Qual herói bíblico jamais não teve uma viúva em seu encalço?

Noemi, uma viúva em amarga angústia, irá compor e impor a sua genética ao rei Davi. Uma viúva em Zerepta achará Elias; outra, Eliseu. Pedro não passou sem Dorcas e suas viúvas de Jope; e claro, Jesus terá a sua em Naim –  para não mencionarmos sua própria mãe, a Virgem Maria.

Não diferentemente, Estêvão, Felipe e os outros cinco seriam paridos como heróis da igreja de Jerusalém, sob a sombra de viúvas.

“Naqueles dias, crescendo o número de discípulos, os judeus de fala grega entre eles queixaram-se dos judeus de fala hebraica, porque suas viúvas estavam sendo esquecidas na distribuição diária de alimento” (At 6:1)

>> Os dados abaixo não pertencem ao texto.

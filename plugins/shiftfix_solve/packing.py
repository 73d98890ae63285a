"""From an answer on arrays to the Solution table: residuals of every row, stations, alternatives, words."""

from __future__ import annotations

from dataclasses import replace

import numpy as np
import pandas as pd

from shiftfix.api import Alternative, Parameter, Solution, StationResult, ellipse, geodetic_from_itrs, utc_text

NEAR_EARTH_M = 1e8


def pack(answer, arc, bound, settings, starts, context) -> Solution:
    """Return the Solution of an answer."""
    from shiftfix.api import cautions_for

    fields = dict(
        verdict=answer.verdict,
        verdict_text=answer.text,
        motion=bound.name,
        epoch_tai_ns=arc.epoch_tai_ns,
        epoch_utc=utc_text(arc.epoch_tai_ns),
        frame=bound.frame,
        unobservable=answer.unobservable,
        findings=tuple(answer.findings) + tuple(starts.findings),
        cautions=cautions_for(context.emitter_classes),
    )
    if answer.widened is None:
        return Solution(warnings=_warnings(answer, arc), rows=_base(arc), covariance_reason=answer.text, **fields)
    fit = answer.widened.fit
    if answer.kept is not None:
        low = {int(i): "below the elevation mask" for i in arc.index[~answer.kept]}
        arc = replace(arc, index=arc.index[answer.kept], excluded={**arc.excluded, **low})
    delivered = answer.verdict in ("fix", "ambiguous")
    fields |= dict(
        warnings=_warnings(answer, arc),
        rows=_residuals(arc, fit),
        covariance_kind=answer.widened.kind,
        frequency_datum=fit.nuisance.datum,
        chi_square=float(fit.chi_square),
        degrees_of_freedom=int(fit.degrees_of_freedom),
        converged=bool(fit.converged),
        rank_full=bool(fit.rank_full),
        second_minimum=bool(answer.others),
        condition=float(fit.condition) if np.isfinite(fit.condition) else None,
        iterations=int(fit.iterations),
    )
    if not delivered:
        return Solution(covariance_reason=answer.text, stations=_stations(answer, arc, fit, None), **fields)
    covariance = answer.parameter_covariance
    rest, rest_sigma, drift = _rest_frequency(fit, covariance, arc)
    return Solution(
        position_m=answer.position,
        velocity_m_s=answer.velocity,
        covariance=answer.state_covariance,
        geodetic=_geodetic(answer, arc, bound),
        rest_frequency_hz=rest,
        rest_frequency_sigma_hz=rest_sigma,
        rest_frequency_drift_hz_s=drift,
        stations=_stations(answer, arc, fit, covariance),
        parameters=_parameters(fit, covariance, settings),
        alternatives=_alternatives(answer, bound),
        odds=float(answer.odds[0]),
        budget=answer.budget,
        **fields,
    )


def _warnings(answer, arc) -> tuple[str, ...]:
    out = list(arc.table.notes) + list(arc.notes)
    if arc.table.rejects:
        out.append(f"rows rejected when the files were read: {len(arc.table.rejects)}; run.json lists them")
    if arc.excluded:
        reasons: dict[str, int] = {}
        for reason in arc.excluded.values():
            reasons[reason] = reasons.get(reason, 0) + 1
        out += [f"rows left out ({reason}): {count}" for reason, count in sorted(reasons.items())]
    if answer.widened is not None and answer.widened.kind != "formal":
        out.append("the residuals contradict the stated noise; the error was widened to what they show")
    if len(answer.odds) > 1:
        out.append("other solutions fit; see the alternatives and their odds")
    return tuple(out)


def _base(arc) -> pd.DataFrame:
    table = arc.table.rows
    names = ["station_id", "emitter_id", "time_tai_ns", "interval_s", "received_frequency_hz", "source", "row_number"]
    rows = table[names].copy()
    for name in ("model_frequency_hz", "residual_hz", "normalised_residual_1", "sigma_hz", "weight_1", "elevation_deg"):
        rows[name] = np.nan
    flag = table["flag"].to_numpy(object).copy()
    reason = table["reason"].to_numpy(object).copy()
    for i, why in arc.excluded.items():
        flag[i], reason[i] = "reject", why
    rows["flag"], rows["reason"] = flag, reason
    return rows


def _residuals(arc, fit) -> pd.DataFrame:
    rows = _base(arc)
    index = arc.index
    received = arc.table.array("received_frequency_hz")[index]
    # Residual in hertz: f - f exp(-r) = -f expm1(-r), exact for any size of r.
    residual = -received * np.expm1(-fit.residuals)
    columns = {
        "model_frequency_hz": received - residual,
        "residual_hz": residual,
        "normalised_residual_1": fit.normalised,
        "sigma_hz": fit.forward.rows.sigma * received,
        "weight_1": np.where(fit.used, fit.weights, 0.0),
        "elevation_deg": fit.forward.elevation_deg(fit.path),
    }
    for name, values in columns.items():
        full = rows[name].to_numpy().copy()
        full[index] = values
        rows[name] = full
    flag, reason = rows["flag"].to_numpy(object).copy(), rows["reason"].to_numpy(object).copy()
    down, reject = fit.used & (fit.weights < 0.999), ~fit.used
    for i, size in zip(index[reject], fit.normalised[reject], strict=True):
        flag[i], reason[i] = "reject", f"residual {abs(size):.1f} sigma"
    for i, size in zip(index[down], fit.normalised[down], strict=True):
        flag[i], reason[i] = "downweight", reason[i] or f"residual {abs(size):.1f} sigma"
    rows["flag"], rows["reason"] = flag, reason
    return rows


def _rest_frequency(fit, covariance, arc) -> tuple[float, float, float | None]:
    p = fit.parameters.size
    k = fit.nuisance.index("ln_rest_frequency_1")
    # The parameter refers to the reference time of the linear model; the drift brings it to the arc epoch.
    value = float(arc.rows.reference_hz * np.exp(fit.linear[k]))
    sigma = value * float(np.hypot(np.sqrt(covariance[p + k, p + k]), fit.nuisance.datum_sigma))
    d = fit.nuisance.index("emitter_drift_1_s")
    drift = None if d is None else float(value * fit.linear[d])
    if drift is not None:
        value -= drift * fit.nuisance.reference_s
    return value, sigma, drift


def _stations(answer, arc, fit, covariance) -> tuple[StationResult, ...]:
    p = fit.parameters.size
    out = []
    rows = fit.forward.rows
    received = arc.table.array("received_frequency_hz")[arc.index]
    ids = arc.table.array("station_id").astype(str)
    for s, receiver in enumerate(arc.receivers):
        mine = rows.station == s
        used = mine & fit.used
        offset = sigma = drift = None
        if covariance is not None:
            k = fit.nuisance.index(f"offset[{receiver.station_id}]_1")
            if k is not None:
                offset, sigma = float(np.expm1(fit.linear[k])), float(np.sqrt(covariance[p + k, p + k]))
            elif fit.nuisance.datum.startswith(f"reference of {receiver.station_id},"):
                offset, sigma = receiver.offset, 0.0
            if arc.offsets is not None:
                offset, sigma = _calibrated(arc.offsets, receiver.station_id)
            d = fit.nuisance.index(f"drift[{receiver.station_id}]_1_s")
            drift = None if d is None else float(fit.linear[d])
        total = int((ids == receiver.station_id).sum())
        rms = float(np.sqrt(np.mean((received * fit.residuals)[used] ** 2))) if used.any() else None
        out.append(
            StationResult(receiver.station_id, offset, sigma, drift, rms, int(used.sum()), total - int(used.sum()))
        )
    return tuple(out)


def _calibrated(offsets, station_id: str) -> tuple[float | None, float | None]:
    """Return the median calibrated offset of a station over the arc and the 1-sigma of its mean."""
    mine = offsets.array("station_id").astype(str) == station_id
    if not mine.any():
        return None, None
    phase = np.sqrt(2.0) * offsets.array("phase_sigma_s")[mine] / np.maximum(offsets.array("interval_s")[mine], 1e-9)
    single = np.median(np.hypot(offsets.array("offset_sigma_1")[mine], phase))
    common = np.median(offsets.array("common_sigma_1")[mine])
    return float(np.median(offsets.array("offset_1")[mine])), float(np.hypot(common, single / np.sqrt(mine.sum())))


def _parameters(fit, covariance, settings) -> tuple[Parameter, ...]:
    p = fit.parameters.size
    sigma = np.sqrt(np.diag(covariance))
    out = []
    prior = {q.index: q.sigma for q in settings.fit.priors if hasattr(q, "index")}
    for k, name in enumerate(fit.motion.parameter_names):
        informed = "prior" if k in prior and sigma[k] > 0.7 * prior[k] else "data"
        out.append(Parameter(name, float(fit.parameters[k]), float(sigma[k]), "estimated", informed))
    scale = np.abs(fit.nuisance.prior_rows)
    for k, name in enumerate(fit.nuisance.names):
        if "walk" in name:
            continue
        strength = scale[:, k].max(initial=0.0)
        informed = "prior" if strength > 0 and sigma[p + k] * strength > 0.7 else "data"
        out.append(Parameter(name, float(fit.linear[k]), float(sigma[p + k]), "estimated", informed))
    return tuple(out)


def _geodetic(answer, arc, bound) -> dict | None:
    position, covariance = answer.position, answer.state_covariance[:3, :3]
    if np.linalg.norm(position) > NEAR_EARTH_M:
        return None
    if bound.frame == "GCRS":
        rotation = arc.frame.rotation(np.zeros(1))[0]
        position, covariance = rotation.T @ position, rotation.T @ covariance @ rotation
    latitude, longitude, height = geodetic_from_itrs(position)
    axes = np.array(
        [
            [-np.sin(longitude), np.cos(longitude), 0.0],
            [-np.sin(latitude) * np.cos(longitude), -np.sin(latitude) * np.sin(longitude), np.cos(latitude)],
        ]
    )
    horizontal = axes @ covariance @ axes.T
    return {
        "latitude_deg": float(np.degrees(latitude)),
        "longitude_deg": float(np.degrees(longitude)),
        "height_m": float(height),
        "ellipse_50": ellipse(horizontal, 0.50),
        "ellipse_95": ellipse(horizontal, 0.95),
    }


def _alternatives(answer, bound) -> tuple[Alternative, ...]:
    out = []
    for fit, chance in zip(answer.others, answer.odds[1:], strict=True):
        position, velocity, _ = bound.state(fit.path)
        state = {"position_m": [float(v) for v in position], "velocity_m_s": [float(v) for v in velocity]}
        used = fit.used
        out.append(Alternative(state, float(chance), float(np.sqrt(np.mean(fit.normalised[used] ** 2)))))
    return tuple(out)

É notório: Aquela santa comunidade de comunistas do primeiro século, onde outrora todos tinham tudo em comum, começa evidenciar seu viés de injustiça. Como não poderia ser diferente, os injustiçados são os mais fracos, no caso, a mulher, viúva e estrangeira. E não era por falta de alerta que isso acontecia:

“Ele defende a causa do órfão e da viúva e ama o estrangeiro”

“Maldito quem negar justiça ao estrangeiro, ao órfão ou à viúva”.

A “liderança” - leia-se, os doze - que deveria ter evitado este vexame, toma a questionável providência de passar a batata quente para as mãos de outros, sob o estranho pretexto de se dedicarem somente à oração e à palavra - privilégio este que nem o próprio Senhor Jesus de Nazaré usurpou para si mesmo. [Aqui, senhoras e senhores, prestem bastante atenção, é a exata hora de nascimento duma classe clerical – os doze apóstolos - separada, distinta da de leigos, para dedicarem somente a assuntos “espirituais”].

Dura lex sed lex:

  • Os maiores servirão os menores,
  • os fortes servirão os fracos,
  • os diligentes servirão os preguiçosos,
  • os sábios servirão os tolos e
  • os ricos servirão os pobres

E é bom que seja assim!

Surge porém, na história, nosso herói e confunde as regras do jogo, fazendo a sacanagem messiânica. Nela, o salvador estará, salvando, camuflado na pele do salvado. As viúvas chegam somente para reforçar esse paradoxo.

O relato irá nos mostrar alguns versículos mais à frente que aqueles diáconos, ou simplesmente, servos, irão se dedicar, não somente às mesas, como era de se imaginar, mas também se sobrecarregarão com outros pormenores “espirituais”, ou seja, a oração e a palavra.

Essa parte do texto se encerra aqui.